_Work required_
Take every line of the material below that includes the string "return" and copy it out.

_Data shown_
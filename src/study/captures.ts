import { readCsv } from "../data/csv.ts";
import type { RawFinding } from "../data/finding.ts";
import type { Occasion } from "../data/occasion.ts";
import type { Files } from "../effects/effects.ts";
import { InputError } from "../errors.ts";
import type { CaptureResult } from "./capture-result.ts";
import { readCountsTable } from "./counts-table.ts";
import { readDated } from "./dated.ts";
import type { CaptureOptions } from "./options.ts";
import { readZeroOne } from "./zero-one.ts";

/**
 * Reads captures in any of the three layouts into release–recapture counts. Marks are text, whatever they look like.
 * Occasions are required by the dated layout; the other two take them from their columns where there are none.
 * Errors are named in the layouts' own files, and `study.no-captures`.
 */
export async function readCaptures(
  options: CaptureOptions,
  occasions: readonly Occasion[] | undefined,
  files: Files,
): Promise<CaptureResult> {
  const table = readCsv(await files.readText(options.file), options.file);
  if (table.rows.length === 0)
    throw new InputError({
      name: "study.no-captures",
      expected: "a header and at least one row of captures",
      found: table.header.length === 0 ? "an empty file" : "a header only",
      where: { file: options.file },
      remedy: "name the file that holds the captures",
    });
  const read = () => {
    if (options.layout === "dated") return readDated(options, table, occasions);
    if (options.layout === "zero-one") return readZeroOne(options, table, occasions);
    return readCountsTable(options, table, occasions);
  };
  const result = read();
  return { ...result, findings: [...result.findings, ...unseen(result)] };
}

/** Strata, and occasions over all strata, at which nobody was ever met again. */
function unseen(result: CaptureResult): readonly RawFinding[] {
  const sum = (values: Iterable<number>) => Array.from(values).reduce((total, value) => total + value, 0);
  const strata = result.counts
    .filter((one) => sum(one.released) > 0 && sum(one.seen.data) === 0)
    .map(
      (one): RawFinding => ({
        kind: "never-recaptured",
        subject: one.stratum,
        message: `none of the ${sum(one.released)} released animals of ${one.stratum} was met again`,
        remedy: "check the marks in the file; join the stratum with another if it is true",
      }),
    );
  const times = result.occasions.slice(1).flatMap(({ name }, j): RawFinding[] => {
    let [atRisk, seen] = [0, 0];
    for (const { released, seen: table } of result.counts)
      for (let i = 0; i <= j; i++) {
        atRisk += released[i];
        seen += table.data[i * table.columns + j];
      }
    if (atRisk === 0 || seen > 0) return [];
    return [
      {
        kind: "never-recaptured",
        subject: name,
        message: `no animal released before was met at occasion ${name}`,
        remedy: "check the captures of that occasion; if nobody looked, drop the occasion",
      },
    ];
  });
  return [...strata, ...times];
}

_Result for this exercise_
    if (options.layout === "dated") return readDated(options, table, occasions);
    if (options.layout === "zero-one") return readZeroOne(options, table, occasions);
    return readCountsTable(options, table, occasions);
  return { ...result, findings: [...result.findings, ...unseen(result)] };
    if (atRisk === 0 || seen > 0) return [];
    return [
  return [...strata, ...times];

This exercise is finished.